Last year, Trump used his charm offensive with Saudi royals first to get them to raise production ahead of the midterm elections, to enjoy some immediate relief from lower oil prices. Then he gave sanction waivers to importers of Iranian oil, flooding the market with supply. That move alone wiped 40% off oil prices over just two months.
It’s unlikely that Trump will be able to pull off such a stunt again with the cooperation of the Saudis. But if global oil supplies really tighten from additional OPEC cuts, the president could again signal that he’s ready to consider sanction waivers or even a diplomatic settlement with Iran despite the hostilities between the two sides this year.
As Kilduff puts it:
“Anything’s possible with Trump. You just have to imagine it and he’ll do it.”

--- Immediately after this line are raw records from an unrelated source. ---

"""The sky: tracks of the satellites with the estimated horizon; which cells were probed and what was found there."""

from __future__ import annotations

from typing import Any

import numpy as np
import numpy.typing as npt

from gnssmon.report.figures.drawing import GREY, HALF_MM, INK, Drawing, colour, dome, on_dome
from gnssmon.snapshot import Snapshot
from gnssmon.statistics.pictures import (
    CELL_BLOCKED,
    CELL_MIXED,
    CELL_OPEN,
    CELL_UNKNOWN,
    CELL_UNREACHABLE,
    SkyPicture,
    Track,
)

Floats = npt.NDArray[np.float64]

SYSTEMS = {"G": "GPS", "R": "GLONASS", "E": "Galileo", "C": "BeiDou", "J": "QZSS", "I": "NavIC", "S": "SBAS"}
"""RINEX system letters."""

CELLS = {
    CELL_OPEN: ("received", "#A6D3EC", ""),
    CELL_MIXED: ("received in part", "#F2D58E", "///"),
    CELL_BLOCKED: ("no signal", "#D55E00", "xxx"),
    CELL_UNKNOWN: ("not yet known", "#ffffff", ""),
    CELL_UNREACHABLE: ("no satellite passes", "#e6e6e6", "..."),
}
MOST_NAMED = 45
"""With more satellites received their names would cover the picture."""
LARGEST_STEP_DEG = 15.0
"""A satellite's next point farther off than this belongs to another pass."""


def _draw_tracks(figure: Any, snapshot: Snapshot) -> None:
    from matplotlib.patches import Patch

    picture = snapshot.pictures.sky
    axes = figure.subplots()
    dome(axes)
    _horizon(axes, picture)
    named = sum(bool(track.tracked.any()) for track in picture.tracks) <= MOST_NAMED
    systems: dict[str, str] = {}
    for track in picture.tracks:
        letter = track.satellite[:1]
        systems.setdefault(letter, colour(list(SYSTEMS).index(letter)) if letter in SYSTEMS else GREY)
        x, y = _path(track)
        axes.plot(
            np.where(track.tracked, x, np.nan), np.where(track.tracked, y, np.nan), color=systems[letter], linewidth=0.8
        )
        axes.plot(
            np.where(track.tracked, np.nan, x), np.where(track.tracked, np.nan, y), color=INK, linewidth=0.6, ls=":"
        )
        if named and track.tracked.any():
            last = np.flatnonzero(track.tracked)[-1]
            place = on_dome(track.azimuth_deg[last:][:1], track.elevation_deg[last:][:1])
            axes.annotate(
                track.satellite,
                (place[0][0], place[1][0]),
                xytext=(2, 2),
                textcoords="offset points",
                fontsize=4.5,
                color=systems[letter],
                zorder=7,
            )
    _mask(axes, picture)
    handles = [Patch(color=systems[letter], label=SYSTEMS.get(letter, "unknown")) for letter in sorted(systems)]
    handles += [
        Patch(facecolor="#bbbbbb", label="hidden"),
        Patch(facecolor="white", edgecolor=GREY, hatch="////", label="not yet known"),
    ]
    figure.legend(handles=handles, loc="outside lower center", ncols=4, handlelength=1.2)


def _path(track: Track) -> tuple[Floats, Floats]:
    """The track on the dome, broken where a new pass begins."""
    x, y = on_dome(track.azimuth_deg, track.elevation_deg)
    far = np.hypot(np.diff(x, prepend=x[:1]), np.diff(y, prepend=y[:1])) > LARGEST_STEP_DEG
    return np.where(far, np.nan, x), np.where(far, np.nan, y)


def _horizon(axes: Any, picture: SkyPicture) -> None:
    for sector, height_deg in enumerate(picture.horizon_deg):
        known = bool(np.isfinite(height_deg))
        top = float(height_deg) if known else picture.mask_deg
        x, y = _cell(sector * 10.0, sector * 10.0 + 10.0, 0.0, max(top, 0.0))
        if known:
            axes.fill(x, y, color="#bbbbbb", linewidth=0, zorder=1)
        else:
            axes.fill(x, y, facecolor="white", edgecolor=GREY, hatch="////", linewidth=0, zorder=1)


def _mask(axes: Any, picture: SkyPicture) -> None:
    turn = np.arange(0.0, 361.0, 3.0)
    axes.plot(*on_dome(turn, np.full(len(turn), picture.mask_deg)), color=INK, linewidth=0.6, ls="--", zorder=5)


def _draw_coverage(figure: Any, snapshot: Snapshot) -> None:
    from matplotlib.patches import Patch

    picture = snapshot.pictures.sky
    axes = figure.subplots()
    dome(axes)
    for index, state in enumerate(picture.state):
        _, face, hatch = CELLS.get(int(state), CELLS[CELL_UNKNOWN])
        x, y = _cell(
            float(picture.azimuth_from_deg[index]),
            float(picture.azimuth_to_deg[index]),
            float(picture.elevation_from_deg[index]),
            float(picture.elevation_to_deg[index]),
        )
        axes.fill(x, y, facecolor=face, edgecolor="#cccccc", linewidth=0.3, hatch=hatch, zorder=1)
    _mask(axes, picture)
    present = [code for code in CELLS if (picture.state == code).any()]
    handles = [
        Patch(facecolor=CELLS[code][1], hatch=CELLS[code][2], edgecolor=GREY, linewidth=0.3, label=CELLS[code][0])
        for code in present
    ]
    figure.legend(handles=handles, loc="outside lower center", ncols=3, handlelength=1.2)


def _cell(from_deg: float, to_deg: float, low_deg: float, high_deg: float) -> tuple[Floats, Floats]:
    """Outline of a piece of sky, arcs in steps of at most 5 degrees."""
    if to_deg <= from_deg:
        to_deg += 360.0
    turn = np.linspace(from_deg, to_deg, max(int((to_deg - from_deg) / 5.0), 1) + 1)
    azimuth_deg = np.concatenate([turn, turn[::-1]])
    elevation_deg = np.concatenate([np.full(len(turn), low_deg), np.full(len(turn), high_deg)])
    return on_dome(azimuth_deg, elevation_deg)


TRACKS = Drawing(
    key="sky-tracks",
    title="Sky: tracks and horizon",
    caption="Where satellites passed; dotted: listed without a signal. Grey: estimated horizon. Dashed: the mask. "
    "North is up, the zenith in the middle.",
    width_mm=HALF_MM,
    height_mm=96.0,
    drawable=lambda snapshot: len(snapshot.pictures.sky.tracks) > 0,
    draw=_draw_tracks,
)
COVERAGE = Drawing(
    key="sky-coverage",
    title="Sky: what has been probed",
    caption="Equal pieces of sky: signals received, received in part, satellites without a signal, nothing known yet, "
    "or out of every satellite's reach.",
    width_mm=HALF_MM,
    height_mm=96.0,
    drawable=lambda snapshot: len(snapshot.pictures.sky.state) > 0,
    draw=_draw_coverage,
)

… Or He Could Start Tweeting Again About Oil
One other thing Trump could do—and that he does exceedingly well—is to tweet negatively about high oil prices and the damage it is doing to the U.S. and global economies.
A typical tweet would ring like this: “Gas prices are up & they are doing little to help. This must be a two-way street. REDUCE PRICING NOW!”
There's little doubt whom Trump refers to whenever he uses "they" in a sentence about high energy prices: OPEC.
While the long-term impact of such tweets on oil prices is hard to quantify, on some occasions, Brent and U.S. crude have fallen 2% or more in a day after a particularly damaging Trump tweet.
Trade War Helps Trump To Keep Oil Down
And the U.S. president may have his work in suppressing oil prices cut out now by the seemingly never-ending U.S.-China trade war, which continues to hang heavily over the global economy and energy market sentiment. A negative Trump tweet on China, in most cases now, is a negative tweet for oil.
There’s no saying when Trump will turn his full attention to fighting OPEC, though a safe bet might be when U.S. pump prices are closer to $3 per gallon. The national average for gasoline has stayed at or below $2.60 for months now, according to American Automobile Association—explaining why the oil market has also remained under the president’s radar for a while.
Don’t Forget Shale And Other Non-OPEC Production
And Trump may not even have to do all the battle against oil himself, particularly if the rally in crude gets strong enough to stir another huge uptick in U.S. production that will ultimately push the market back down.
Shale, the bastion of U.S. crude output, might have slowed this year, but it continues to help the country churn out a world record of 12.9 million barrels per day.
As a Bloomberg story suggested on Monday, OPEC is making an audacious bet that 2020 will mark the end of the golden age of shale as U.S. drillers continue making cutbacks. Yet, the story also argues, non-OPEC production continues to flourish in Brazil and Norway, posing newer headaches for OPEC.
To sum up, Abdulaziz and OPEC have many adversaries, and Trump is one nemesis they shouldn’t ignore.